◆ Work request
Only the lines that include "QuantizedSample" should be copied from the data below.

Stored data entries:
--*--

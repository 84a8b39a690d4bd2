// Shared shape of every quantizer in the core. Samples are floats on the
// 16-bit PCM scale divided by 32768 (so int16 n <-> n / 32768 everywhere).

/** Full description of a scalar quantizer on the real line, float scale. */
export interface QuantizerTable {
  /** L-1 ascending decision values; level k covers [decisions[k-1], decisions[k]). */
  readonly decisions: Float64Array;
  /**
   * L output (quantized) values, one per cell, ascending for every quantizer but one:
   * G.711 mu-law with all-zero suppression sends its lowest cell to 0x02, so outputs[0]
   * there is above outputs[1].
   */
  readonly outputs: Float64Array;
}

/** One quantized sample, for callers that want everything at once. */
export interface QuantizedSample {
  value: number;
  code: number;
  segment: number;
  overload: boolean;
}

export type QuantizerKind = 'uniform' | 'mu' | 'a' | 'g711-mu' | 'g711-a' | 'table';

export interface Quantizer {
  readonly kind: QuantizerKind;
  /** Canonical text form of the stage this quantizer was built from. */
  readonly label: string;
  readonly bits: number;
  /** Largest magnitude handled without clipping, float scale. */
  readonly overloadPoint: number;
  /** Power in dBm0 of a sine whose peak sits at the overload point. */
  readonly loadCapacityDbm0: number;
  /** Number of segments; segment index runs 0 (softest) .. segmentCount-1. */
  readonly segmentCount: number;
  /** segmentCount+1 ascending magnitudes; edges[0] = 0, last = overloadPoint. */
  readonly segmentEdges: Float64Array;

  /** Quantize one float sample (hot path; allocation-free). */
  quantize(x: number): number;
  /** Code for one float sample (as sent on the line for G.711). */
  encode(x: number): number;
  /** Float value for a code. */
  decode(code: number): number;
  /** Segment index of an input sample (by its code for G.711). */
  segmentOf(x: number): number;
  /** Everything about one sample; writes into `out` when given. */
  quantizeSample(x: number, out?: QuantizedSample): QuantizedSample;
  /**
   * Quantize a block. `codes` and `segments`, when given, receive each
   * sample's code and segment. Returns how many samples overloaded
   * (|x| beyond the overload point, so clipped).
   */
  quantizeBlock(
    input: ArrayLike<number>,
    output: Float32Array | Float64Array,
    codes?: Int32Array | Uint16Array | Uint8Array,
    segments?: Uint8Array,
  ): number;
  /** Decision and output values on the float scale, for theory and plotting. */
  table(): QuantizerTable;
}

--*--

◆ Solution for this task
export interface QuantizedSample {
  quantizeSample(x: number, out?: QuantizedSample): QuantizedSample;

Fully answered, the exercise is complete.